If you need me to access, download, or install something from one of these locations, you can either:

• Configure Actions setup steps to set up my environment, which run before the firewall is enabled
• Add the appropriate URLs or hosts to the custom allowlist in this repository's Copilot coding agent settings (admins only)

[codecov]

Codecov Report

✅ All modified and coverable lines are covered by tests.
✅ Project coverage is 86.26%. Comparing base (d832988) to head (e01fdc6).

Additional details and impacted files

@@           Coverage Diff           @@
##             main    #2922   +/-   ##
=======================================
  Coverage   86.26%   86.26%           
=======================================
  Files         715      715           
  Lines      272060   272061    +1     
=======================================
+ Hits       234690   234695    +5     
+ Misses      36846    36842    -4     
  Partials      524      524           

Components	Coverage Δ
otap-dataflow	87.23% <100.00%> (+<0.01%)	⬆️
query_abstraction	80.61% <ø> (ø)
query_engine	90.73% <ø> (ø)
otel-arrow-go	52.45% <ø> (ø)
quiver	92.25% <ø> (ø)

🚀 New features to boost your workflow:

• ❄️ Test Analytics: Detect flaky tests, report on failures, and find test suite problems.
• 📦 JS Bundle Analysis: Save yourself from yourself by tracking and limiting bundle sizes in JS merges.

[lalitb]

@copilot Also fix the fmt
Run cargo fmt --all -- --check
Diff in /home/runner/work/otel-arrow/otel-arrow/rust/otap-dataflow/crates/core-nodes/src/receivers/host_metrics_receiver/procfs/tests.rs:1413:
)),
});

• let registry_repo =

•    RegistryRepo::try_new(None, &registry_path, &mut vec![])
  

•        .expect("semantic convention registry");
  

• let registry_repo = RegistryRepo::try_new(None, &registry_path, &mut vec![])

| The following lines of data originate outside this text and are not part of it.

"""Check a rig file and explain every problem in plain words.

:func:`check_rig_file` reads a rig file the way :func:`arrayplan.rig.load_rig`
does, but instead of stopping at the first problem it goes on and lists all
it can find: TOML syntax, unknown keys, missing or wrong-typed values,
non-finite positions, coincident elements, repeated names or channels, bad
directivity, bad frequencies, missing or malformed CSV files.  When the file
loads, it adds physical warnings a practitioner wants before mounting
hardware (:func:`physical_findings`).

Each problem is a :class:`Finding` with a severity (``"error"``,
``"warning"`` or ``"note"``), the field it is about, an explanation and a fix.
"""

from __future__ import annotations

import re
from dataclasses import dataclass
from pathlib import Path
from typing import Any, Callable

import numpy as np
from scipy.spatial import cKDTree

from .errors import InputError
from .heuristics import PARAXIAL_RATIO, aperture_shape
from .medium import speed_of_sound_air
from .rig import (ENTRY_KEYS, TABLE_KEYS, EntryElements, FieldReader, Rig, entry_kind, join_entries,
                  load_rig, read_rig_document, resolve_entry, resolve_section)

__all__ = ["Finding", "SideGroup", "check_rig_file", "count_by_severity", "physical_findings"]

SEVERITIES = ("error", "warning", "note")


@dataclass(frozen=True)
class Finding:
    """One problem (or remark) about a rig file.

    Attributes
    ----------
    severity : str
        ``"error"`` (the rig cannot be loaded), ``"warning"`` (it loads, but
        something physical will go wrong) or ``"note"`` (worth knowing).
    field : str
        Where: ``"speakers[0].spacing"``, ``"frequencies"``, ``"line 7"`` ...
    explanation : str
        What is wrong, in plain words with numbers.
    fix : str or None
        What to do about it.
    """

    severity: str
    field: str
    explanation: str
    fix: str | None = None

    def one_line(self) -> str:
        """``severity: field: explanation; fix: ...`` on one line."""
        text = f"{self.severity}: {self.field}: {self.explanation}"
        if self.fix:
            text += f"; fix: {self.fix}"
        return " ".join(text.split())


@dataclass(frozen=True)
class SideGroup:
    """The elements one rig-file entry gave, for the physical checks.

    Attributes
    ----------
    label : str
        ``"speakers"`` or ``"microphones"``.
    field : str
        ``"speakers[0]"``; for a side given point by point, ``"speakers"``.
    elements : EntryElements
    counts : tuple of int
        (nu, nv) of a grid, else (n,).
    """

    label: str
    field: str
    elements: EntryElements
    counts: tuple[int, ...]


def count_by_severity(findings: list[Finding]) -> dict[str, int]:
    """How many findings of each severity, ``{"error": n, "warning": n, "note": n}``."""
    return {s: sum(f.severity == s for f in findings) for s in SEVERITIES}


def _from_error(exc: InputError, rig_source: str, where: str | None = None) -> Finding:
    problem = exc.problem
    field = exc.field or where or "(file)"
    if exc.source and exc.source != rig_source:
        # a CSV file named by an entry: say which entry and which line of that file
        field = f"{where}.csv ({exc.source}{', ' + exc.field if exc.field and exc.field != f'{where}.csv' else ''})"
    if problem == "missing":
        key = field.rsplit(".", 1)[-1]
        problem = f"'{key}' is required but missing"
    return Finding("error", field, problem, exc.fix)


def _key_of(field: str | None, where: str) -> str | None:
    """The key of table `where` an error's field points at ('speakers[0].directivity.axis' -> 'directivity')."""
    if not field or not field.startswith(where + ".") or field == where:
        return None
    return field[len(where) + 1:].split(".", 1)[0]


def _peel(resolve: Callable[[dict], Any], table: dict, where: str, rig_source: str,
          keep: frozenset[str] = frozenset()) -> tuple[Any, list[Finding]]:
    """Resolve `table`; after each error, drop the offending key and try again, to find them all.

    Returns the resolved value (with defaults in place of dropped keys) or
    None when some error could not be peeled off, and the findings.
    """
    t = dict(table)
    found: list[Finding] = []
    seen: set[str] = set()
    for _ in range(len(table) + 2):
        try:
            return resolve(t), found
        except InputError as exc:
            f = _from_error(exc, rig_source, where)
            if exc.field in seen:
                return None, found
            seen.add(str(exc.field))
            found.append(f)
            key = _key_of(exc.field, where) if not exc.source or exc.source == rig_source else None
            if key is None or key not in t or key in keep:
                return None, found
            del t[key]
    return None, found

•    .expect("semantic convention registry");
  

  let registry = match SchemaResolver::load_semconv_repository(registry_repo, false) {
  WResult::Ok(registry) | WResult::OkWithNFEs(registry, _) => registry,
  WResult::FatalErr(err) => panic!("failed to load semantic convention registry: {err}"),
  Error: Process completed with exit code 1.

[Copilot]

@copilot Also fix the fmt
Run cargo fmt --all -- --check
Diff in /home/runner/work/otel-arrow/otel-arrow/rust/otap-dataflow/crates/core-nodes/src/receivers/host_metrics_receiver/procfs/tests.rs:1413...

Fixed in commit 3b86aa8. The RegistryRepo::try_new call in procfs/tests.rs is now formatted to match cargo fmt output.

[renovate]

Edited/Blocked Notification

Renovate will not automatically rebase this PR, because it does not recognize the last commit author and assumes somebody else may have edited the PR.

You can manually request rebase by checking the rebase/retry box above.

⚠️ Warning: custom changes will be lost.